* _The task_
In the records below, find each line with "main" and copy it.

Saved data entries
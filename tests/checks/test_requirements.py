"""The IDS of the checker's needs: written, reloaded by ifctester, applied to models."""

from __future__ import annotations

from pathlib import Path

import pytest

from checks.cli import main
from checks.requirements import requirement_findings, write_requirements_ids
from tests.conftest import sample_path

DEMO = Path(__file__).resolve().parents[2] / "sample_models"


def test_ids_file_loads_with_ifctester_validation(
    tmp_path,
):  # buildingSMART IDS 1.0 XSD
    from ifctester import ids

    path = write_requirements_ids(tmp_path / "req.ids")
    doc = ids.open(str(path), validate=True)  # raises on an XSD-invalid file
    names = {s.name for s in doc.specifications}
    assert "Storeys have an elevation" in names
    assert "Shear walls are identified" in names


def test_cli_requirements_writes_the_file(tmp_path):
    out = tmp_path / "model.ids"
    assert main(["requirements", "-o", str(out)]) == 0
    assert out.read_text(encoding="utf-8").lstrip().startswith("<?xml")


def test_demo_model_meets_the_requirements():  # the demo carries SHEAR types, materials
    import ifcopenshell

    f = ifcopenshell.open(str(DEMO / "demo_building.ifc"))
    assert requirement_findings(f, source="demo") == []


def test_duplex_sample_has_no_shear_walls_identified():
    # buildingSMART Duplex Apartment sample (ifc_samples/README.md): no SHEAR walls
    import ifcopenshell

    f = ifcopenshell.open(str(sample_path("Duplex_A_20110907.ifc")))
    found = requirement_findings(f, source="Duplex")
    assert [x.clause.split()[-1] for x in found] == ["SL-05"]


def test_storey_without_elevation_is_named(tmp_path):
    import ifcopenshell
    import ifcopenshell.api

    f = ifcopenshell.api.run("project.create_file", version="IFC4")
    project = ifcopenshell.api.run("root.create_entity", f, ifc_class="IfcProject")
    storey = ifcopenshell.api.run(
        "root.create_entity", f, ifc_class="IfcBuildingStorey"
    )
    ifcopenshell.api.run(
        "aggregate.assign_object", f, relating_object=project, products=[storey]
    )
    found = {x.clause.split()[-1]: x for x in requirement_findings(f, source="tiny")}
    assert storey.GlobalId in found["SL-01"].guids


@pytest.mark.parametrize(
    "name",
    [
        "demo",
        "Duplex_A_20110907.ifc",  # IFC2X3: types through IsDefinedBy
        "IfcLCA_Revit2023_4x3.ifc",
        "TallBuilding.ifc",
        "PCERT_Building-Architecture_IFC4.ifc",
    ],
)
def test_memoised_type_and_material_lookups_equal_ifcopenshell(name):
    # reference: ifcopenshell.util.element.get_type / get_material, element by element
    import ifcopenshell.util.element as element

    from checks.requirements import _types_memoised
    from ifc_bridge.open_file import open_ifc

    path = DEMO / "demo_building.ifc" if name == "demo" else sample_path(name)
    ifc = open_ifc(path)
    items = [*ifc.by_type("IfcObject"), *ifc.by_type("IfcTypeObject")]
    plain_types = [element.get_type(e) for e in items]
    plain_materials = [element.get_material(e) for e in items]
    with _types_memoised(ifc):
        for _ in range(2):  # the second round answers from the memo
            assert [element.get_type(e) for e in items] == plain_types
            assert [element.get_material(e) for e in items] == plain_materials
    assert element.get_type.__module__ == "ifcopenshell.util.element"  # restored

* _Result of the exercise_
from checks.cli import main
    assert main(["requirements", "-o", str(out)]) == 0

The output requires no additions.